----- Data for this task -----

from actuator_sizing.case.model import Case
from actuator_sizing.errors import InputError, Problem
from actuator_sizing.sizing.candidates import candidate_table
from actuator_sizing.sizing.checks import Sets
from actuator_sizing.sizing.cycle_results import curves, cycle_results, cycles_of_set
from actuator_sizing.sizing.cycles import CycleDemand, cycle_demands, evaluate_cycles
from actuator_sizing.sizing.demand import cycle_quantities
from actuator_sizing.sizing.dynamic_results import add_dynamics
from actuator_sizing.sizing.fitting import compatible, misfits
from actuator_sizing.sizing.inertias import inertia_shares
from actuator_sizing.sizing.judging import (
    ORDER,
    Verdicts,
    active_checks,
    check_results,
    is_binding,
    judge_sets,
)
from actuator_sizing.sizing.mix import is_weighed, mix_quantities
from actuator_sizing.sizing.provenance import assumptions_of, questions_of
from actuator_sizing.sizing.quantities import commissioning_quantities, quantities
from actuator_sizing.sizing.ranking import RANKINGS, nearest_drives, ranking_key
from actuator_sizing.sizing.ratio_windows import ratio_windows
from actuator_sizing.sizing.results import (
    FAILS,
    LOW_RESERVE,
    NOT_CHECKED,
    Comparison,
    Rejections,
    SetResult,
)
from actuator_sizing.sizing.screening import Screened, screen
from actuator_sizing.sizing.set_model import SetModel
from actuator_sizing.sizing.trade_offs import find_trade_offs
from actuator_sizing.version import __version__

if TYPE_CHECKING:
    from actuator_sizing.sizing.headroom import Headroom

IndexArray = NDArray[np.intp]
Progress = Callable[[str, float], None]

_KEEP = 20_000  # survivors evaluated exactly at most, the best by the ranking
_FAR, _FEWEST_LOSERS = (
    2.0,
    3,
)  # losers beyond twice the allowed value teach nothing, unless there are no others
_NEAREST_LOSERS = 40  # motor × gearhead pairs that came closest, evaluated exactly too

-----
----- Data for this task -----

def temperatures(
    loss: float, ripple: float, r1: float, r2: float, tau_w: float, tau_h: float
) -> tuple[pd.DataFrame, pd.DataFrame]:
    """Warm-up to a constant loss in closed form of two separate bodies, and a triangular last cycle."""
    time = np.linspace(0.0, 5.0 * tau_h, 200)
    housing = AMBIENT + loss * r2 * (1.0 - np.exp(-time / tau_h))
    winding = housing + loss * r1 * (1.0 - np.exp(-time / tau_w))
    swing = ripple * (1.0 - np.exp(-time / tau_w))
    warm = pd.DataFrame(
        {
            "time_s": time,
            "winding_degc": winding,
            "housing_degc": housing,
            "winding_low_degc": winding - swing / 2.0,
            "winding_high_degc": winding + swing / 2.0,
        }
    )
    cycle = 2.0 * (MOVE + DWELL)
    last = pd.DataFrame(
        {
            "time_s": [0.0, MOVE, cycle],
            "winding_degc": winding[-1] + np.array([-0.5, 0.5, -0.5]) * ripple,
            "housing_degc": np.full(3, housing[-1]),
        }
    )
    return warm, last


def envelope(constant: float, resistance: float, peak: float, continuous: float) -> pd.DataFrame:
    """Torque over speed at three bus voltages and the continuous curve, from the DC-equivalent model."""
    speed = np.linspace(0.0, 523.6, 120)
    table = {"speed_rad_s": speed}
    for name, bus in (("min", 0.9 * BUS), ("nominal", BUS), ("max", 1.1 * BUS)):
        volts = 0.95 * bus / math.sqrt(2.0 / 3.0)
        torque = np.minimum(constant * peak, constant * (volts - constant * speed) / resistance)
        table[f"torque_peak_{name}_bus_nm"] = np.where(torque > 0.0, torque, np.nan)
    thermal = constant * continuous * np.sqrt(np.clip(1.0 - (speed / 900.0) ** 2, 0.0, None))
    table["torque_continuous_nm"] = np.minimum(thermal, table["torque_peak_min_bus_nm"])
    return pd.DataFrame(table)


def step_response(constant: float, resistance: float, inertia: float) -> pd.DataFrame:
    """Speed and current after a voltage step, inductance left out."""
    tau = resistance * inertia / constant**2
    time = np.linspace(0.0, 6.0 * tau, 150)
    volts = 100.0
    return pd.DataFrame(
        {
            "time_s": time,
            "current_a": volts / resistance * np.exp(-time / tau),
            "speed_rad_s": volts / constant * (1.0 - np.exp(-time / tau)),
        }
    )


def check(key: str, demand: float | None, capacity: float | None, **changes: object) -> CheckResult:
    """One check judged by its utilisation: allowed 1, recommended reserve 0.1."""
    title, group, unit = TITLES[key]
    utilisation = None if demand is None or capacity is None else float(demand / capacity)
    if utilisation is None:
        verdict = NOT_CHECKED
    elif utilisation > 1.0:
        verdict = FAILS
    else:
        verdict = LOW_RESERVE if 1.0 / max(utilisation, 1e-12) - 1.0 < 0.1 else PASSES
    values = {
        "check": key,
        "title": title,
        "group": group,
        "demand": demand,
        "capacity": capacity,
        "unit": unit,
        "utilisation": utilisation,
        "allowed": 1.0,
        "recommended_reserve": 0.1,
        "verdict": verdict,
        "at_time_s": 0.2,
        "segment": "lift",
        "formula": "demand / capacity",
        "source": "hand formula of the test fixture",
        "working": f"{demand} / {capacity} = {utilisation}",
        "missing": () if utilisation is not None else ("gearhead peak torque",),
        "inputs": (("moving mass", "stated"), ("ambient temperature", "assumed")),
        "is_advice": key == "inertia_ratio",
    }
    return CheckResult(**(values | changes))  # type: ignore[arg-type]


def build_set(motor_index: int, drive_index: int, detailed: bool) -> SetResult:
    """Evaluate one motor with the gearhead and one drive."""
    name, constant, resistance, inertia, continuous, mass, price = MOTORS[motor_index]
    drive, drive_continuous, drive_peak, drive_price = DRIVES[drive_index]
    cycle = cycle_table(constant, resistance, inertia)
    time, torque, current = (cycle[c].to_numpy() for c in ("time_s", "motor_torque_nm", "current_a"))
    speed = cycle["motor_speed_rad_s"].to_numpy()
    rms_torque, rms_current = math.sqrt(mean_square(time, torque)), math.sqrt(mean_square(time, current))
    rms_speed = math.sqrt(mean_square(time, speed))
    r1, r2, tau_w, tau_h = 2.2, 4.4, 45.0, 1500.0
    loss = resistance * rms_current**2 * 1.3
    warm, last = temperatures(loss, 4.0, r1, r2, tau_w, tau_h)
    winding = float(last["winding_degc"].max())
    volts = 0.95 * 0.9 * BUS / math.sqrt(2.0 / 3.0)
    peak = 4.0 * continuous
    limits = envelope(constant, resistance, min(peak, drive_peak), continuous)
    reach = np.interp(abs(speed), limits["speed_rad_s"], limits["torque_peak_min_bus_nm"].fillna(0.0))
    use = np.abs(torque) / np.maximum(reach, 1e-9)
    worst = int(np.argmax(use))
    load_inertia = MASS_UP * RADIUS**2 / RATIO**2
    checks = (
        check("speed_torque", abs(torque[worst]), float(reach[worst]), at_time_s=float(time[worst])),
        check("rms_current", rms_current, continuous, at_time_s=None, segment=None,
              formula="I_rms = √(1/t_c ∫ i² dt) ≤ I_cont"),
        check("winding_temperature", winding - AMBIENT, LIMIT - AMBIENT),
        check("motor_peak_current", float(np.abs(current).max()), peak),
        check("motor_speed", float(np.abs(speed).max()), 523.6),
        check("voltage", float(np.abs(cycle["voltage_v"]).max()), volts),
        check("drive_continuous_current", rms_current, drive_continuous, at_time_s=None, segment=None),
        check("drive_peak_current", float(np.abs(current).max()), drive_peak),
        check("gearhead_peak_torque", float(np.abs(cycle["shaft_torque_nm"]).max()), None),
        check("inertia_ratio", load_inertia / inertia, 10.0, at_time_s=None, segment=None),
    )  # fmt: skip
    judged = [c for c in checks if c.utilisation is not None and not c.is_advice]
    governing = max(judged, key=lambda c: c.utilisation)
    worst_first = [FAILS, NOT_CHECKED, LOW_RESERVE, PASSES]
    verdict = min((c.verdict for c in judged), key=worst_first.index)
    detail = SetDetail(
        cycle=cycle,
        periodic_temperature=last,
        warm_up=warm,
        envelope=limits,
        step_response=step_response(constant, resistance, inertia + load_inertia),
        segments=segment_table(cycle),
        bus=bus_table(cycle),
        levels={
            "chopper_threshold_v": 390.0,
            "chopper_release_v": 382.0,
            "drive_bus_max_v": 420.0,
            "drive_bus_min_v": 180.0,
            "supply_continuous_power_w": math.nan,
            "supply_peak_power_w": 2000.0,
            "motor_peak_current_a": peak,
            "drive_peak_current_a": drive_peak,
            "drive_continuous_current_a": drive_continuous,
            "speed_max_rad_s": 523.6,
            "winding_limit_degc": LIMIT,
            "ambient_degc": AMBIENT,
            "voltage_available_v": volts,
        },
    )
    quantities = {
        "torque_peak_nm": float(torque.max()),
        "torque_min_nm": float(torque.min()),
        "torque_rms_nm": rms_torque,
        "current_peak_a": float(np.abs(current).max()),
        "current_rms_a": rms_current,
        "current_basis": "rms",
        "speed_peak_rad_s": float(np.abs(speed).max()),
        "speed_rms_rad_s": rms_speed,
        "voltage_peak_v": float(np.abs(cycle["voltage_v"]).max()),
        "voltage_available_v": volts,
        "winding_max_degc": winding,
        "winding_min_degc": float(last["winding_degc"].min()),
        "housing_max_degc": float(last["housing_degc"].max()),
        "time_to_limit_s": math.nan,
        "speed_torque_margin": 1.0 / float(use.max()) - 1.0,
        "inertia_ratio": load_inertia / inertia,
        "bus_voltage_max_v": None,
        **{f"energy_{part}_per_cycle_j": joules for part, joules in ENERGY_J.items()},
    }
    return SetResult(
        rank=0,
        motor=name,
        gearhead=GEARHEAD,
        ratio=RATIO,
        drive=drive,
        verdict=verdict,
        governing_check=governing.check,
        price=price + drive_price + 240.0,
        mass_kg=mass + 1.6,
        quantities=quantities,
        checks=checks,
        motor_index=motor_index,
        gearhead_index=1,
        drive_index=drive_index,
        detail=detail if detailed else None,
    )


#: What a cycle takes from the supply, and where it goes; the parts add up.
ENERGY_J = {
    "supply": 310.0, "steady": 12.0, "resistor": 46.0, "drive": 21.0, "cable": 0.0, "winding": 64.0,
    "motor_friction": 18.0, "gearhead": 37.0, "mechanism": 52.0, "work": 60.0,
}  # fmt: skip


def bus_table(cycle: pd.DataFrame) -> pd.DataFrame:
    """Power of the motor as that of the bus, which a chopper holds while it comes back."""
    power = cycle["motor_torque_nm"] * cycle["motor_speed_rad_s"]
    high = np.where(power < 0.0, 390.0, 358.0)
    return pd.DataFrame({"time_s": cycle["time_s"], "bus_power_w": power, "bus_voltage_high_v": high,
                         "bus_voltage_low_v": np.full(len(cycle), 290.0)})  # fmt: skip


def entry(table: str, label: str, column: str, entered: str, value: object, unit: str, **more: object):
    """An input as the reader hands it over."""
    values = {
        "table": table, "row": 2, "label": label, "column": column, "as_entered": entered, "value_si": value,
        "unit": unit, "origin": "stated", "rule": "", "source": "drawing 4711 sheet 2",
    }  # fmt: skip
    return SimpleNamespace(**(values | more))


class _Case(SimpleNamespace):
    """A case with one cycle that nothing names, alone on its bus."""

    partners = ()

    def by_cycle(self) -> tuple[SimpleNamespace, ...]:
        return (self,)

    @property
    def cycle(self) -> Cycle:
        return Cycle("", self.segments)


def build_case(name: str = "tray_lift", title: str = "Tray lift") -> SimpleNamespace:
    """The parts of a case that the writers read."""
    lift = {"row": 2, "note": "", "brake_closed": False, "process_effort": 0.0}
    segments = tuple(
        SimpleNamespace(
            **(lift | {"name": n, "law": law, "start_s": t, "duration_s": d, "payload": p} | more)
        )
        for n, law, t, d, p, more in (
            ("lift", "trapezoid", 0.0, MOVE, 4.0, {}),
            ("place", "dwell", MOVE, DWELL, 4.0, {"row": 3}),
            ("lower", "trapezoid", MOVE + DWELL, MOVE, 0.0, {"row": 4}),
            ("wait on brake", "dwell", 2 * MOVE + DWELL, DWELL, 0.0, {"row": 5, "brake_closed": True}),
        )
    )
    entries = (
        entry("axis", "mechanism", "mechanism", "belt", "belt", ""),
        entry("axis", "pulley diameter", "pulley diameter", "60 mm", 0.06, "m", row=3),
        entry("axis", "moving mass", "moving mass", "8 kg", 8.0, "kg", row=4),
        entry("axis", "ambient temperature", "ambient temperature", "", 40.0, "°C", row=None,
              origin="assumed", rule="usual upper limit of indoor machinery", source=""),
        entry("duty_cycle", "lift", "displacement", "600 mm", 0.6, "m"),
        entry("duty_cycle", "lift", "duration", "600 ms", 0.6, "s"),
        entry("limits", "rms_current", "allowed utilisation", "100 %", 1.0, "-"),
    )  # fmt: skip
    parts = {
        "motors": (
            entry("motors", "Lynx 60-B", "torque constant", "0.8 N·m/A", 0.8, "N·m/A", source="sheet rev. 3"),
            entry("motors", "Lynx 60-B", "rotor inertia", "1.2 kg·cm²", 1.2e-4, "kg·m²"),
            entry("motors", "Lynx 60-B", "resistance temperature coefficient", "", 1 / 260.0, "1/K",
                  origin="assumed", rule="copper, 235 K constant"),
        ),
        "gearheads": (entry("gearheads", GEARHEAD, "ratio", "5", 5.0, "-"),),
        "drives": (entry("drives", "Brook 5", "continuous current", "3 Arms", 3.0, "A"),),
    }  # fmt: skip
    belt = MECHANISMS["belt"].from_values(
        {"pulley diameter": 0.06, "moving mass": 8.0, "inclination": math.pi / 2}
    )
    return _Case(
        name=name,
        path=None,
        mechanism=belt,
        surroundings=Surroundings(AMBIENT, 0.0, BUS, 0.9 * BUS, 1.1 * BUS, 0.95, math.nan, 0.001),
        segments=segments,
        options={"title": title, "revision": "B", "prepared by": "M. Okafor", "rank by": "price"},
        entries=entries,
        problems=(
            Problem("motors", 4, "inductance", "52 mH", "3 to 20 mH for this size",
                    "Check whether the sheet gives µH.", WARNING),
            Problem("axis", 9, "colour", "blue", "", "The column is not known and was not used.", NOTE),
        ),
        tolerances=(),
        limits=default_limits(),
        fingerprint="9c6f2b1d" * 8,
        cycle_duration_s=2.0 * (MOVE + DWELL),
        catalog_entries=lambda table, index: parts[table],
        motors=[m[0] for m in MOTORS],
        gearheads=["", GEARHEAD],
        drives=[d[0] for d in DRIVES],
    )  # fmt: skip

-----

Exercise directions: Filter on the word "evaluated": copy each matching line from the entries above.

Answer to this task:
_KEEP = 20_000  # survivors evaluated exactly at most, the best by the ranking
_NEAREST_LOSERS = 40  # motor × gearhead pairs that came closest, evaluated exactly too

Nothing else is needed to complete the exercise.